From left to right we have a Bolognese Tarocchino card dated to 1840, a Besançon type hanged man made in printed from 1860 to 1889 by J.Gaudais in Paris, a Tarot of Piemont, created by Allessandro Viassone and created around 1875 in Torino and finaly a hanged man created around 1887 by Fratelli Armanino in Genova and based on the Milanese Soprafino deck. Two are hanging by their left foot, the by the right one, two have one leg crossed behing the hanging leg, on the Tarocchino deck the leg is crossing in front of the hanging leg and on the Milanese type card the leg is free floating like on the Charles VI deck. A particularity of these decks made for card playing is that they all use Arabic numerals instead of the traditionnal Roman numerals that we have seen on all previous decks (if they were numbered).

Starting from the 19th Century both double headed decks and full card images continue to exist, the first group for card playing and the second group for cartomancy purposes. On these pages we are almost exclusively interested in the last group of cards so we continue to see how they are developping. Let's have a look at some examples.

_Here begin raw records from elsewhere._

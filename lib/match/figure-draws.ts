import { newFloats } from './arrays'
import type { Draws } from './draws'
import { rangeOf, spread } from './ensemble'
import { cartridgeLoad, each, figuresOutside, resonanceDraws, responseDraws, stepUpCorner, tiltDraws } from './figure-parts'
import { demandTable, equalisedLimit, filterPower, inputLimit, marginGrid, noiseTable, type Demand } from './frequency-tables'
import type { UnknownName } from './inputs'
import { drawNetwork, noiseDraws, tallest, type NetworkDraws } from './network-draws'
import { DIGITAL_SOURCE_VOLTS } from './physics/level'
import { allowedInputVolts } from './physics/overload'
import { playbackPower } from './physics/riaa'
import type { Setting } from './preamp'
import type { Quantity } from './quantity'
import type { FigureName, Figures } from './result'

/** Every figure of one setting, one array over the draws; null where the figure has no meaning. */
export type FigureDraws = Record<FigureName, Float64Array | null> & {
  inputVolts: Float64Array
  outputVolts: Float64Array
}

/** How finely frequency is sampled. `quick` ranks combinations, `full` is what a sheet shows. */
export type Depth = 'quick' | 'full'
const MARGIN_POINTS = { quick: 32, full: 120 } as const
const NOISE_POINTS = { quick: 24, full: 48 } as const

/**
 * Works out the figures of settings of one set of inputs. A figure depends on the network (load and capacitance), on
 * network and gain, or on the filter as well; arrays are worked out once for each of these and shared, so they must
 * not be written to.
 */
export class FigureBench {
  private readonly known = new Map<string, unknown>()
  private readonly keys = new WeakMap<Setting, SettingKeys>()
  private readonly spreads = new Map<Quantity, Float64Array>()
  private readonly outside: ReturnType<typeof figuresOutside>

  constructor(
    readonly draws: Draws,
    readonly depth: Depth,
  ) {
    this.outside = figuresOutside(draws)
  }

  private once<T>(key: string, make: () => T): T {
    if (!this.known.has(key)) this.known.set(key, make())
    return this.known.get(key) as T
  }

  /** Names of what settings share. Written once for each setting: numbers are slow to write out. */
  private keysOf(setting: Setting): SettingKeys {
    let keys = this.keys.get(setting)
    if (!keys) {
      const { path, loadOhms, inputFarads, gain, filter } = setting
      const network = `${path.id} ${loadOhms.low} ${loadOhms.nominal} ${inputFarads.nominal}`
      keys = { network, gain: `${network} ${gain.id}`, filter: filter ? `${filter.cornerHertz}/${filter.order}` : '' }
      this.keys.set(setting, keys)
    }
    return keys
  }

  /** The draws of one of the preamp's own quantities; settings share them. */
  private drawn(quantity: Quantity, name: UnknownName): Float64Array {
    let values = this.spreads.get(quantity)
    if (!values) {
      values = spread(quantity, name, this.draws.ensemble)
      this.spreads.set(quantity, values)
    }
    return values
  }

  /** All figures of a setting; those that only a sheet shows are null at `quick` depth. */
  figures(setting: Setting): FigureDraws {
    const { outside } = this
    const load = this.networkFigures(setting)
    const gain = this.gainFigures(setting)
    const next = this.filterFigures(setting)
    // Written out, name by name: this runs for every combination, and spreading objects would take most of the time.
    // Null is what ranking does not need.
    const quick: FigureDraws = {
      outputDecibelVolts: null,
      outputReDigitalDecibels: null,
      levelLossDecibels: null,
      extremeMarginDecibels: null,
      at10kHzDecibels: null,
      at15kHzDecibels: null,
      at20kHzDecibels: null,
      resonanceHertz: null,
      peakHertz: null,
      peakDecibels: null,
      minus3dBHertz: null,
      snrFlatDecibels: null,
      coilSnrWeightedDecibels: null,
      filterAtResonanceDecibels: null,
      filterAt4HertzDecibels: null,
      filterAt20HertzDecibels: null,
      riaaAtResonanceDecibels: null,
      stepUpBassCornerHertz: null,
      inputVolts: load.inputVolts,
      totalFarads: load.totalFarads,
      cartridgeLoadOhms: load.cartridgeLoadOhms,
      loadRatio: load.loadRatio,
      liftDecibels: load.liftDecibels,
      fallDecibels: load.fallDecibels,
      outputVolts: gain.outputVolts,
      overloadMarginDecibels: gain.overloadMarginDecibels,
      worstMarginDecibels: gain.worstMarginDecibels,
      worstMarginHertz: gain.worstMarginHertz,
      snrWeightedDecibels: gain.snrWeightedDecibels,
      nextMarginDecibels: next.nextMarginDecibels,
      nextMarginHertz: next.nextMarginHertz,
      armResonanceHertz: outside.armResonanceHertz,
      cableLossAt20kHzDecibels: outside.cableLossAt20kHzDecibels,
      bassCornerHertz: outside.bassCornerHertz,
      dividerLossDecibels: outside.dividerLossDecibels,
    }
    return this.depth === 'full' ? { ...quick, ...this.shownFigures(setting), ...this.shownByFilter(setting) } : quick
  }

  network(setting: Setting): NetworkDraws {
    return this.once(`network ${this.keysOf(setting).network}`, () => drawNetwork(this.draws, setting))
  }

  private networkFigures(setting: Setting) {
    return this.once(`load ${this.keysOf(setting).network}`, () => {
      const network = this.network(setting)
      const { count, emfVolts, at1kHz, farads } = network
      const cartridgeLoadOhms = each(count, (i) => cartridgeLoad(this.draws, setting, network, i))
      const coil = this.draws.values.coilResistance
      return {
        inputVolts: each(count, (i) => emfVolts[i] / Math.sqrt(at1kHz[i])),
        totalFarads: farads,
        cartridgeLoadOhms,
        loadRatio: each(count, (i) => cartridgeLoadOhms[i] / Math.max(coil[i], Number.MIN_VALUE)),
        ...tiltDraws(network),
      }
    })
  }

  private noise(setting: Setting) {
    return this.once(`noise ${this.keysOf(setting).network}`, () => {
      const { preamp, temperatureKelvin } = this.draws.inputs
      const table = noiseTable(preamp.iecBass, NOISE_POINTS[this.depth])
      return { table, ...noiseDraws(this.network(setting), table, temperatureKelvin) }
    })
  }

  private gainFigures(setting: Setting) {
    return this.once(`gain ${this.keysOf(setting).gain}`, () => {
      const { values, inputs } = this.draws
      const { inputVolts } = this.networkFigures(setting)
      const openVolts = this.openVolts(setting)
      const doubling = this.doubling()
      const divider = (i: number) => values.nextResistance[i] / (values.nextResistance[i] + values.outputResistance[i])
      const allowed = allowedInputVolts(inputLimit(inputs.preamp, setting.gain), 1000)
      const noise = this.noise(setting)
      const loud = this.preampMargin(setting, 'loud')
      return {
        outputVolts: each(openVolts.length, (i) => openVolts[i] * doubling * divider(i)),
        overloadMarginDecibels: each(openVolts.length, (i) => 20 * Math.log10(allowed / inputVolts[i])),
        worstMarginDecibels: loud.margin,
        worstMarginHertz: loud.hertz,
        snrWeightedDecibels: this.signalToNoise(setting, noise.thermalWeighted, noise.currentWeighted, noise.table.weightedHertz),
      }
    })
  }

  private filterFigures(setting: Setting) {
    const keys = this.keysOf(setting)
    return this.once(`filter ${keys.gain} ${keys.filter}`, () => {
      const { outputVolts } = this.gainFigures(setting)
      const { nextMaximum } = this.draws.values
      const peaks = this.peaks(setting, 'next', 'loud')
      return {
        nextMarginDecibels: each(outputVolts.length, (i) => 20 * Math.log10(nextMaximum[i] / outputVolts[i]) - 10 * Math.log10(peaks.power[i])),
        nextMarginHertz: peaks.hertz,
      }
    })
  }

  private doubling(): number {
    return this.draws.inputs.output === 'balanced' && this.draws.inputs.preamp.hasBalancedOutput ? 2 : 1
  }

  /** At the unbalanced output with nothing connected. */
  private openVolts(setting: Setting): Float64Array {
    return this.once(`open ${this.keysOf(setting).gain}`, () => {
      const { inputVolts } = this.networkFigures(setting)
      const gain = this.drawn(setting.gain.gainDecibels, 'gain')
      return each(inputVolts.length, (i) => inputVolts[i] * 10 ** (gain[i] / 20))
    })
  }

  private signalToNoise(setting: Setting, thermal: Float64Array, current: Float64Array, bandHertz: number): Float64Array {
    const { inputVolts } = this.networkFigures(setting)
    const voltageNoise = this.drawn(setting.gain.voltageNoise, 'voltageNoise')
    const currentNoise = this.drawn(setting.gain.currentNoise, 'currentNoise')
    return each(inputVolts.length, (i) => {
      const noise = thermal[i] + voltageNoise[i] ** 2 * bandHertz + currentNoise[i] ** 2 * current[i]
      return 10 * Math.log10(inputVolts[i] ** 2 / noise)
    })
  }

  /** What records ask of a stage, by the stage's own shape over frequency; input stages with measured points differ. */
  private demandKey({ gain }: Setting, stage: Stage, level: string, filterKey: string): string {
    const own = stage !== 'input' ? '' : gain.overload.length > 1 ? gain.id : 'input'
    return `${own} ${level} ${stage === 'next' ? filterKey : ''}`
  }

  private demand(setting: Setting, stage: Stage, level: 'loud' | 'extreme'): Demand {
    const { preamp } = this.draws.inputs
    return this.once(`demand ${this.demandKey(setting, stage, level, this.keysOf(setting).filter)}`, () => {
      const filter = stage === 'next' ? setting.filter : null
      const limit = stage === 'input' ? inputLimit(preamp, setting.gain) : equalisedLimit(preamp)
      const at1kHz = allowedInputVolts(limit, 1000)
      const grid = marginGrid(MARGIN_POINTS[this.depth], level)
      return demandTable(grid, level, (hertz) => allowedInputVolts(limit, hertz) / at1kHz / Math.sqrt(filterPower(hertz, filter)))
    })
  }

  private peaks(setting: Setting, stage: Stage, level: 'loud' | 'extreme') {
    const keys = this.keysOf(setting)
    const key = `peaks ${keys.network} ${this.demandKey(setting, stage, level, keys.filter)}`
    return this.once(key, () => tallest(this.network(setting), this.demand(setting, stage, level)))
  }

  /** The preamp's own worst margin: its input stage, and its output where that is a limit of its own. */
  private preampMargin(setting: Setting, level: 'loud' | 'extreme') {
    const { preamp } = this.draws.inputs
    const { inputVolts } = this.networkFigures(setting)
    const input = this.peaks(setting, 'input', level)
    const allowed = allowedInputVolts(inputLimit(preamp, setting.gain), 1000)
    const margin = each(inputVolts.length, (i) => 20 * Math.log10(allowed / inputVolts[i]) - 10 * Math.log10(input.power[i]))
    if (preamp.topology === 'output-limited') return { margin, hertz: input.hertz }
    const hertz = newFloats(margin.length)
    hertz.set(input.hertz)
    const output = this.peaks(setting, 'output', level)
    const openVolts = this.openVolts(setting)
    const most = this.draws.values.maximumOutput
    for (let i = 0; i < margin.length; i++) {
      const behind = 20 * Math.log10(most[i] / openVolts[i]) - 10 * Math.log10(output.power[i])
      if (behind >= margin[i]) continue
      margin[i] = behind
      hertz[i] = output.hertz[i]
    }
    return { margin, hertz }
  }

  private shownFigures(setting: Setting): Partial<FigureDraws> {
    const { draws } = this
    const network = this.network(setting)
    const noise = this.noise(setting)
    const { inputVolts } = this.networkFigures(setting)
    const { outputVolts } = this.gainFigures(setting)
    const { count, at1kHz } = network
    return {
      snrFlatDecibels: this.signalToNoise(setting, noise.thermalFlat, noise.currentFlat, noise.table.flatHertz),
      outputDecibelVolts: each(count, (i) => 20 * Math.log10(outputVolts[i])),
      outputReDigitalDecibels: each(count, (i) => 20 * Math.log10(outputVolts[i] / DIGITAL_SOURCE_VOLTS)),
      levelLossDecibels: each(count, (i) => -10 * Math.log10(at1kHz[i])),
      extremeMarginDecibels: this.preampMargin(setting, 'extreme').margin,
      ...responseDraws(network),
      ...resonanceDraws(network),
      coilSnrWeightedDecibels: each(count, (i) => 10 * Math.log10(inputVolts[i] ** 2 / noise.thermalWeighted[i])),
      stepUpBassCornerHertz: stepUpCorner(draws, setting),
    }
  }

  private shownByFilter({ filter }: Setting): Partial<FigureDraws> {
    const arm = this.outside.armResonanceHertz
    const with7950 = this.draws.inputs.preamp.iecBass
    const attenuation = (hertz: (i: number) => number) => each(arm.length, (i) => 10 * Math.log10(filterPower(hertz(i), filter)))
    return {
      filterAtResonanceDecibels: attenuation((i) => arm[i]),
      filterAt4HertzDecibels: attenuation(() => 4),
      filterAt20HertzDecibels: attenuation(() => 20),
      riaaAtResonanceDecibels: each(arm.length, (i) => 10 * Math.log10(playbackPower(arm[i], { with7950 }))),
    }
  }
}

type Stage = 'input' | 'output' | 'next'

interface SettingKeys {
  network: string
  gain: string
  filter: string
}

/** The ranges of every figure over the draws. */
export function rangesOf(draws: FigureDraws): Figures {
  return Object.fromEntries(
    Object.entries(draws).map(([name, values]) => [name, values ? rangeOf(values) : null]),
  ) as unknown as Figures
}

From left to right the Tarot of Lombardy created in 1810 in Milan, the Giovanni Vachetta Tarot, originally printed in 1893 in Turin, the Oswald Wirth Tarot, created in 1889 in Paris and an anonymous early 18th Century Tarocchi deck. The Vachetta deck is originally black and white, the version shown here is watercolored in 2001 by Osvaldo Menegazzi founder of Il Meneghelo, a Milanese society specialized in reproducing old card decks. The rightmost Tarocchio deck is actually conserved in the British Museum. Both the Oswald With deck and the Tarocchi deck were made as cartomancy decks. They preceded a shower of specific cartomancy decks that started in the early 20th Century with the Rider Waite Smith deck. Here below this card and some other examples/

From left to right we have the Hanged man of the Rider Waite Smith Tarot (also called the RWS Tarot), created in 1903 by Pamela Colman Smith on instructions of the Golden Dawn member Arthur Edward Waite, the Thoth Tarot, created between 1938 and 1943 by Lady Frieda Harris on instructions of the Golden Dawn member Aleister Crowley and first published in 1968, the Deviant Moon Tarot created by Patrick Valenza 2008 and the Gilded Tarot, created by Ciro Macheti in 2004. With the rise in popularity of the cartomancy, the Tarot entered definitely the Anglo-Saxon world, and all card titles of shown decks are originally in English. The RWS Tarot was right from the beginning immensilly popular and many other decks were created with this deck as a base model. Other artists followed their own thoughts. In the early years only cards based on the RWS deck were accepted and Crowley could not find a publisher for his deck. It was only in the 1960s when a lot if new innovating idees embraced the world, that pulishing houses became ripe for publishing other kind of Tarot decks. And so long after their creator died, the Thoth Tarot was finally published in 1968 to become one of the most important occult Tarot decks ever published. Patrick Valenza was inspired by his childhood dreams and he created a magnificent deck that is exploring the dark side of the subconsious. The Gilded Tarot is inspired by the RWS deck, but it is one of the most gorgeous and beautifull Tarot decks ever created. Let's have a look at some more modern Tarot cards to see how they handle the Hanged Man.

From Left to right the Tarot of the New Vision, created in 2003 by Gianluco Cessaro, the Stolen Child Tarot, created in 2012 by Monica Knighton, the Fairy Tarot, created in 2004 by Antonio Lupatelli and the Wooden Tarot, created in 2012 by Andy Swartz. On the Tarot of the New Vision we see the RWS Tarot from behind the cards. On the Stolen Child Tarot the Hanged Man is not hanging from a tree, but he is completely integrated in the tree. Tha Fairy Tarot is rather classical but transposed in the fairy world. The Wooden Tarot has the animal kingdom as a subject, so what better as a bat could represent the Hanged man.